The Question: Define a function $f(x) = \begin{cases} 1 & \text{if } x \ge 0 \ -1 & \text{if } x < 0 \end{cases}$. Which of the following is(are) true?

Detailed Solution:

• $\lim_{x \to 2} f(x) = -1$: At $x=2$, we use the rule $f(x)=1$ since $2 \ge 0$. So the limit is 1. FALSE.
• $\lim_{x \to 0} f(x) = 1$: We must check both one-sided limits at $x=0$.
  • Left limit ($x \to 0^-$): Use the rule for $x<0$, so $f(x)=-1$. The limit is -1.
  • Right limit ($x \to 0^+$): Use the rule for $x \ge 0$, so $f(x)=1$. The limit is 1.
  • Since Left Limit $\neq$ Right Limit, the limit at $x=0$ does not exist. FALSE.
• $\lim_{x \to -0.5} f(x) = -1$: At $x=-0.5$, we use the rule $f(x)=-1$ since $-0.5 < 0$. TRUE.
• Left limit at 0 is -1: As calculated above, this is TRUE.
• Right limit at 0 is -1: FALSE, it is 1.
• Right limit at 0 does not exist: FALSE, it exists and is 1.
• Limit of the function at 0 does not exist: TRUE, because the one-sided limits are not equal.
• Limit does not exist at any real number: FALSE. The limit exists everywhere except at $x=0$.

Final Answer: The true statements are:

• $\lim_{x \to -0.5} f(x) = -1$
• Left limit at 0 i.e., $\lim_{x \to 0^-} f(x) = -1$
• Limit of the function at 0 does not exist.

Question 4: One-Sided Limits (from file image_983214.png)

The Question: Define a function $f(x) = \begin{cases} x & \text{if } x \le 2 \ 5 & \text{if } x > 2 \end{cases}$. Which of the following is(are) true?

Detailed Solution: We are analyzing the limits at the breakpoint, $x=2$.
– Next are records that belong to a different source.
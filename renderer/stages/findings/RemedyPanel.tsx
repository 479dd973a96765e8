/** What the remedy would change, as found by trying it; and the button that makes the change. */
import Box from '@mui/material/Box';
import Button from '@mui/material/Button';
import LinearProgress from '@mui/material/LinearProgress';
import { type ReactElement, useEffect, useState } from 'react';
import type { Finding } from '../../../core/api.ts';
import { formatQuantity, plainFields } from '../../../core/api.ts';
import { useOpenJob } from '../../state/openJob.ts';
import type { TriedRemedy } from '../../workers/remedyMessages.ts';
import { FindingsMoved } from './FindingsMoved.tsx';
import { useRemedy } from './useRemedy.ts';

export interface RemedyPanelProps {
  readonly finding: Finding;
  /** The change is made: the list will follow. */
  readonly onMade: () => void;
}

export function RemedyPanel({ finding, onMade }: RemedyPanelProps): ReactElement {
  const { state, stop, again } = useRemedy(finding);
  return (
    <Box component="section" aria-label="What the remedy would change" sx={{ display: 'grid', gap: '0.5rem' }}>
      <Box component="h4" sx={{ m: 0, fontSize: '0.9375rem', fontWeight: 600 }}>
        What it would change
      </Box>
      {state.status === 'trying' && <Trying onStop={stop} />}
      {state.status === 'stopped' && (
        <Box>
          Stopped; nothing was changed. <Button onClick={again}>Try again</Button>
        </Box>
      )}
      {state.status === 'failed' && <Box role="alert">The remedy could not be tried: {state.message}</Box>}
      {state.status === 'tried' && state.trials.length === 0 && (
        <Box sx={{ color: 'var(--soft)' }}>
          Nothing that this program could try by itself: what to do here needs a person's judgement. Change the drawing,
          and the list follows.
        </Box>
      )}
      {state.status === 'tried' &&
        state.trials.map((trial) => (
          <Trial key={trial.label} trial={trial} itself={finding} generation={state.generation} onMade={onMade} />
        ))}
    </Box>
  );
}

/** A trial shorter than this needs no bar. */
const WORTH_A_BAR_MS = 300;

function Trying({ onStop }: { readonly onStop: () => void }): ReactElement {
  const [long, setLong] = useState(false);
  useEffect(() => {
    const timer = setTimeout(() => setLong(true), WORTH_A_BAR_MS);
    return () => clearTimeout(timer);
  }, []);
  return (
    <Box sx={{ display: 'flex', alignItems: 'center', gap: '0.75rem', minHeight: '2rem' }}>
      <span>Trying it on a copy of the job …</span>
      {long && (
        <>
          <LinearProgress aria-label="Trying the remedy" sx={{ flex: '1 1 6rem', maxWidth: '14rem' }} />
          <Button variant="outlined" onClick={onStop}>
            Stop
          </Button>
        </>
      )}
    </Box>
  );
}

interface TrialProps {
  readonly trial: TriedRemedy;
  readonly itself: Finding;
  readonly generation: number;
  readonly onMade: () => void;
}

function Trial({ trial, itself, generation, onMade }: TrialProps): ReactElement {
  const edit = useOpenJob(({ edit }) => edit);
  const current = useOpenJob((open) => open.generation === generation);
  const [refused, setRefused] = useState<string | null>(null);

  const make = (): void => {
    const made = edit({ label: trial.label, apply: () => trial.leaves });
    if (made.ok) onMade();
    else setRefused(made.issues.map(({ message }) => message).join(' '));
  };
  return (
    <Box sx={{ display: 'grid', gap: '0.375rem', borderLeft: '2px solid var(--copper)', paddingLeft: '0.75rem' }}>
      <Box sx={{ fontWeight: 600 }}>{plainFields(trial.label)}</Box>
      {trial.cost !== undefined && <Box sx={{ color: 'var(--soft)' }}>Takes: {trial.cost}</Box>}
      <Box sx={{ fontVariantNumeric: 'tabular-nums' }}>{beforeAndAfter(trial)}</Box>
      <FindingsMoved title="Goes with it" findings={trial.gone} itself={itself} none="No finding goes with it." />
      <FindingsMoved title="Comes by it" findings={trial.arisen} itself={itself} none="No new finding comes by it." />
      <Box>
        <Button
          variant={trial.stillThere || trial.arisen.length > 0 ? 'outlined' : 'contained'}
          disabled={!current}
          onClick={make}
        >
          Make this change
        </Button>
        <Box component="span" sx={{ marginLeft: '0.75rem', color: 'var(--soft)' }}>
          On the drawing only; undo takes it back.
        </Box>
      </Box>
      {refused !== null && (
        <Box role="alert" sx={{ color: 'var(--stop)' }}>
          {refused}
        </Box>
      )}
    </Box>
  );
}

function beforeAndAfter({ before, after, stillThere }: TriedRemedy): string {
  const was = `${formatQuantity(before.measured)} (limit ${formatQuantity(before.limit)})`;
  if (after.measured === null) return `${was} → within the limit of ${formatQuantity(after.limit)}`;
  const now = `${formatQuantity(after.measured)} (limit ${formatQuantity(after.limit)})`;
  return `${was} → ${now}${stillThere ? ': better, not enough' : ''}`;
}
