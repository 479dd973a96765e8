/** Order statistics of what was drawn. */
import type { Percentiles } from '../answer.ts';

/** 5th, 50th and 95th percentile, by linear interpolation between order statistics (the definition that most statistics packages take by default). */
export function percentiles(values: Float64Array, otherwise: number): Percentiles {
  const sorted = values.slice();
  sorted.sort();
  const at = (fraction: number): number => {
    if (sorted.length === 0) return otherwise;
    const place = fraction * (sorted.length - 1);
    const below = Math.floor(place);
    const next = sorted[Math.min(below + 1, sorted.length - 1)]!;
    return sorted[below]! + (place - below) * (next - sorted[below]!);
  };
  return { p05: at(0.05), p50: at(0.5), p95: at(0.95) };
}
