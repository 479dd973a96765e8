/** Checks not done, gathered by the figure that they wait for. */
import type { CheckedJob, MissingField, NotChecked } from '../../../core/api.ts';
import { missingField } from '../../../core/api.ts';

export interface MissingFigure {
  readonly key: string;
  /** What is missing, in the checks' own words. */
  readonly missing: string;
  /** The fields to fill; none where no single field of the job would do. */
  readonly fields: readonly MissingField[];
  readonly checks: readonly NotChecked[];
}

/** One entry a missing figure: what can be filled in first, and of that what most checks wait for. */
export function missingFigures(rows: readonly NotChecked[], job: CheckedJob): readonly MissingFigure[] {
  const groups = new Map<string, { missing: string; fields: readonly MissingField[]; checks: NotChecked[] }>();
  for (const row of rows) {
    const fields = missingField(row, job);
    const key =
      fields.length === 0 ? row.missing : fields.map(({ part, field }) => `${part ?? ''} ${field}`).join(', ');
    const group = groups.get(key) ?? { missing: row.missing, fields, checks: [] };
    group.checks.push(row);
    groups.set(key, group);
  }
  const gathered = [...groups].map(([key, group]) => ({ key, ...group }));
  const canFill = ({ fields }: MissingFigure): number => (fields.length > 0 ? 1 : 0);
  return gathered.toSorted((a, b) => canFill(b) - canFill(a) || b.checks.length - a.checks.length);
}

/** True for a check that waits for the choice of a rule book; that choice stands at the head of the stage. */
export function waitsForPractice({ fields, missing }: MissingFigure): boolean {
  return (
    fields.some(({ part, field }) => part === null && field === 'practice') || missing.startsWith('practice of the job')
  );
}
• Left limit at x=2 ($\lim_{x \to 2^-}$): We approach 2 from values less than 2, so we use the rule $f(x)=x$.
  • $\lim_{x \to 2^-} f(x) = \lim_{x \to 2^-} x = 2$.
  • The statement “Left limit at $x=2$ is 2.” is TRUE.
• Right limit at x=2 ($\lim_{x \to 2^+}$): We approach 2 from values greater than 2, so we use the rule $f(x)=5$.
  • $\lim_{x \to 2^+} f(x) = \lim_{x \to 2^+} 5 = 5$.
  • The statement “Right limit exists at $x=2$.” is TRUE.
  • The statement “Right limit at $x=2$ is -1.” is FALSE.
• Limit exists at x=2: For the limit to exist, the left and right limits must be equal. Here, $2 \neq 5$. So the limit does not exist. The statement “Limit exists at $x=2$.” is FALSE.

Final Answer:

• Right limit exists at $x=2$.
• Left limit at $x=2$ is 2.

Question 5: Limits from a Step Graph (from files image_983152.png, image_982e8f.png)

The Question: Consider the following graph of a function…where bullet point represents the point included…and circle represents the point does not included… Which of the following is(are) true?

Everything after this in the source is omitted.